To throw my 2c in, I have more years in tkd than Exile but given the quality of his posts since I have been reading this board, I would bow to his opinion on most matters. 

In relation to the original post, I have been...disappointed... with a lot of the official kukkiwon changes of late. If you are practicing an established martial art that has remained relatively unchanged throughout several lifetimes, then I would accept it without question. Having certain changes every few years leads me (and others) to the simple question of "why?". What is wrong that needs changing and what does the change signify?


----------



## BrandonLucas (Dec 12, 2008)

Logan said:


> To throw my 2c in, I have more years in tkd than Exile but given the quality of his posts since I have been reading this board, I would bow to his opinion on most matters.
> 
> In relation to the original post, I have been...disappointed... with a lot of the official kukkiwon changes of late.
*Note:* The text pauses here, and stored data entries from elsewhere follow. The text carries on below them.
//! The factorisations used by the analysis: real LU of G (one per network, reused for every
//! solve; dense for the small systems of amplifier stages, sparse for large mostly-zero ones)
//! and the sparse complex LU of G + sC for the frequency response of large networks (small
//! ones go through `pencil.rs`).
//!
//! In: faer matrices or [`Matrix`]. Out: solutions, or [`Singular`] when a pivot vanishes.
//! No netlist.

use faer::linalg::solvers::{PartialPivLu, Solve};
use faer::sparse::linalg::solvers::{Lu, SymbolicLu};
use faer::{Mat, c64};

use crate::analysis::matrix::Matrix;

/// The matrix is singular (to working precision).
#[derive(Clone, Copy, Debug, PartialEq, Eq)]
pub struct Singular {
    /// The first unknown whose pivot vanished, when the factorisation can tell (the sparse
    /// one cannot: it sees only that the solution grows past any physical one).
    pub unknown: Option<usize>,
}

/// Unknowns above which a mostly-zero system is factorised in sparse form.
pub const SPARSE_FROM: usize = 60;

/// Whether a system of `n` unknowns with `nonzeros` entries is solved in sparse form: more
/// than [`SPARSE_FROM`] unknowns and at most a fifth of the entries non-zero. Below that a
/// dense LU is faster (and the cut-off searches of a stage solve it hundreds of times).
pub fn sparse_pays(n: usize, nonzeros: usize) -> bool {
    n > SPARSE_FROM && nonzeros * 5 <= n * n
}

/// A factorised real matrix.
pub struct Factor {
    lu: Kind,
    n: usize,
}

enum Kind {
    /// Up to [`SMALL`] unknowns: [`SmallLu`], without allocation per solve.
    Small(SmallLu),
    Dense(PartialPivLu<f64>),
    Sparse(Lu<usize, f64>),
}

/// Relative size below which a pivot counts as zero.
const PIVOT_TOLERANCE: f64 = 1e-13;

impl Factor {
    /// Factorises `a`, refusing a singular one: sparse when that pays ([`sparse_pays`]).
    pub fn new(a: &Matrix) -> Result<Factor, Singular> {
        let n = a.size();
        if n <= SMALL {
            let mut rows = vec![0.0; n * n];
            for (i, j, v) in a.entries() {
                rows[i * n + j] = v;
            }
            return SmallLu::new(rows, n).map(|lu| Factor { lu: Kind::Small(lu), n });
        }
        if !sparse_pays(n, a.nonzeros()) {
            return Factor::dense(&a.dense());
        }
        let factor = Factor::new_unguarded(a)?;
        // A numerically singular matrix factorises, and then amplifies: refused as the dense
        // LU refuses a pivot under PIVOT_TOLERANCE of the largest entry, when the solution
        // for a right-hand side of ones, times the largest entry, exceeds 1/PIVOT_TOLERANCE.
        let x = factor.solve(&vec![1.0; n]);
        let x_max = x
            .iter()
            .fold(0.0f64, |m, v| if v.is_finite() { m.max(v.abs()) } else { f64::INFINITY });
        if (x_max * a.max_abs() * PIVOT_TOLERANCE).partial_cmp(&1.0)
            != Some(std::cmp::Ordering::Less)
        {
            return Err(Singular { unknown: None });
        }
        Ok(factor)
    }

    /// Factorises `a` as [`Factor::new`] does, refusing it only when the factorisation itself
    /// fails (a zero pivot), not when it is merely near singular: for a shift-and-invert
    /// operator, whose shift may sit close to a root on purpose. Solutions may be infinite;
    /// the caller checks them.
    pub fn new_unguarded(a: &Matrix) -> Result<Factor, Singular> {
        let n = a.size();
        if !sparse_pays(n, a.nonzeros()) {
            let lu = a.dense().partial_piv_lu();
            return Ok(Factor { lu: Kind::Dense(lu), n });
        }
        let (col_ptr, rows, values) = a.parts();
        let refused = Singular { unknown: None };
        let pattern = faer::sparse::SymbolicSparseColMatRef::new_checked(n, n, col_ptr, None, rows);
        let symbolic = SymbolicLu::try_new(pattern).map_err(|_| refused)?;
        let matrix = faer::sparse::SparseColMatRef::new(pattern, values);
        let lu = Lu::try_new_with_symbolic(symbolic, matrix).map_err(|_| refused)?;
        Ok(Factor { lu: Kind::Sparse(lu), n })
    }

    /// Factorises a dense matrix, refusing a singular one.
    pub fn dense(a: &Mat<f64>) -> Result<Factor, Singular> {
        let n = a.nrows();
        if n <= SMALL {
            let rows = (0..n * n).map(|k| a[(k / n, k % n)]).collect();
            return SmallLu::new(rows, n).map(|lu| Factor { lu: Kind::Small(lu), n });
        }
        let scale = (0..n)
            .flat_map(|i| (0..n).map(move |j| (i, j)))
            .fold(0.0f64, |m, (i, j)| m.max(a[(i, j)].abs()));
        let lu = a.partial_piv_lu();
        let u = lu.U();
        for i in 0..n {
            if u[(i, i)].abs().partial_cmp(&(PIVOT_TOLERANCE * scale))
                != Some(std::cmp::Ordering::Greater)
            {
                return Err(Singular { unknown: Some(i) });
            }
        }
        Ok(Factor { lu: Kind::Dense(lu), n })
    }

    /// Solves a x = rhs.
    pub fn solve(&self, rhs: &[f64]) -> Vec<f64> {
        if let Kind::Small(lu) = &self.lu {
            let mut x = rhs.to_vec();
            lu.solve_in_place(&mut x);
            return x;
        }
        let r = Mat::<f64>::from_fn(self.n, 1, |i, _| rhs[i]);
        let x = self.solve_columns(&r);
        (0..self.n).map(|i| x[(i, 0)]).collect()
    }

    /// Solves a X = R for every column of R at once.
    pub fn solve_columns(&self, rhs: &Mat<f64>) -> Mat<f64> {
        match &self.lu {
            Kind::Small(lu) => lu.solve_columns(rhs, false),
            Kind::Dense(lu) => lu.solve(rhs),
            Kind::Sparse(lu) => lu.solve(rhs),
        }
    }

    /// Solves aᵀ X = R for every column of R at once.
    pub fn solve_transpose_columns(&self, rhs: &Mat<f64>) -> Mat<f64> {
        match &self.lu {
            Kind::Small(lu) => lu.solve_columns(rhs, true),
            Kind::Dense(lu) => lu.solve_transpose(rhs),
            Kind::Sparse(lu) => lu.solve_transpose(rhs),
        }
    }

    /// Unknowns.
    pub fn size(&self) -> usize {
        self.n
    }
}

/// Size up to which systems are solved by a plain in-place elimination ([`SmallLu`] and,
/// in the port analysis, `ports.rs`'s complex one): the systems of amplifier stages are this
/// small and are solved thousands of times in a tolerance study, where a general blocked LU
/// spends more on setting up and allocating than on arithmetic.
pub const SMALL: usize = 24;

/// LU with partial pivoting (the largest magnitude in the column; the first on a tie) of a
/// small dense matrix, row major, factorised in place: P·A = L·U with L unit lower
/// triangular (Golub & Van Loan, *Matrix Computations*, Gaussian elimination with partial
/// pivoting, from memory). A pivot at or under [`PIVOT_TOLERANCE`] of the largest entry of
/// A refuses the matrix as singular, naming that unknown.
pub struct SmallLu {
    n: usize,
    /// L below the diagonal (multipliers), U on and above it.
    lu: Vec<f64>,
    /// `row[k]`: the row of A that became row k.
    row: Vec<usize>,
}

impl SmallLu {
    /// Factorises the row-major n × n matrix `a`.
    pub fn new(mut a: Vec<f64>, n: usize) -> Result<SmallLu, Singular> {
        let scale = a.iter().fold(0.0f64, |m, v| m.max(v.abs()));
        let mut row: Vec<usize> = (0..n).collect();
        for k in 0..n {
            let mut p = k;
            for i in k + 1..n {
                if a[i * n + k].abs() > a[p * n + k].abs() {
                    p = i;
                }
            }
            if a[p * n + k].abs().partial_cmp(&(PIVOT_TOLERANCE * scale))
                != Some(std::cmp::Ordering::Greater)
            {
                return Err(Singular { unknown: Some(k) });
            }
            if p != k {
                let (upper, lower) = a.split_at_mut(p * n);
                upper[k * n..(k + 1) * n].swap_with_slice(&mut lower[..n]);
                row.swap(k, p);
            }
            let (done, rest) = a.split_at_mut((k + 1) * n);
            let pivot_row = &done[k * n..];
            for r in rest.chunks_exact_mut(n) {
                let f = r[k] / pivot_row[k];
                r[k] = f;
                if f != 0.0 {
                    for (x, u) in r[k + 1..].iter_mut().zip(&pivot_row[k + 1..]) {
                        *x -= f * u;
                    }
                }
            }
        }
        Ok(SmallLu { n, lu: a, row })
    }

    /// Solves A x = b in place.
    pub fn solve_in_place(&self, b: &mut [f64]) {
        let n = self.n;
        let mut x = [0.0f64; SMALL];
        for (k, &r) in self.row.iter().enumerate() {
            x[k] = b[r];
        }
        let (lu, x) = (&self.lu, &mut x[..n]);
        for i in 1..n {
            let l = &lu[i * n..i * n + i];
            x[i] -= l.iter().zip(&x[..i]).map(|(a, b)| a * b).sum::<f64>();
        }
        for i in (0..n).rev() {
            let u = &lu[i * n + i + 1..(i + 1) * n];
            let sum = u.iter().zip(&x[i + 1..]).map(|(a, b)| a * b).sum::<f64>();
            x[i] = (x[i] - sum) / lu[i * n + i];
        }
        b.copy_from_slice(x);
    }

    /// Solves Aᵀ x = b in place: Uᵀ w = b, Lᵀ v = w, x = Pᵀ v.
    pub fn solve_transpose_in_place(&self, b: &mut [f64]) {
        let n = self.n;
        let lu = &self.lu;
        let mut w = [0.0f64; SMALL];
        for i in 0..n {
            let mut acc = b[i];
            for k in 0..i {
                acc -= lu[k * n + i] * w[k];
            }
            w[i] = acc / lu[i * n + i];
        }
        for i in (0..n).rev() {
            let mut acc = w[i];
            for k in i + 1..n {
                acc -= lu[k * n + i] * w[k];
            }
            w[i] = acc;
        }
        for (k, &r) in self.row.iter().enumerate() {
            b[r] = w[k];
        }
    }

    /// Solves A X = R (or Aᵀ X = R) column by column.
    fn solve_columns(&self, rhs: &Mat<f64>, transposed: bool) -> Mat<f64> {
        let mut out = rhs.clone();
        let mut b = [0.0f64; SMALL];
        for j in 0..rhs.ncols() {
            let b = &mut b[..self.n];
            for (i, v) in b.iter_mut().enumerate() {
                *v = rhs[(i, j)];
            }
            if transposed {
                self.solve_transpose_in_place(b);
            } else {
                self.solve_in_place(b);
            }
            for (i, v) in b.iter().enumerate() {
                out[(i, j)] = *v;
            }
        }
        out
    }
}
If you are practicing an established martial art that has remained relatively unchanged throughout several lifetimes, then I would accept it without question. Having certain changes every few years leads me (and others) to the simple question of "why?". What is wrong that needs changing and what does the change signify?


 
I can agree with part of that...If it ain't broke, don't fix it...

But I think new SD oriented forms would actually be a good change, as opposed to all the other changes that have happened recently.


----------



## exile (Dec 12, 2008)

miguksaram said:


> I'd be interested in getting the information on this when you get a chance.  Thank you.



This is what I have, m., from Abernethy's newsletter:

Purchase Link: 
www.lulu.com/commerce/index.php?fBuyContent=4885762
(Cost: £2.90 Download - £7.51 Printed Version)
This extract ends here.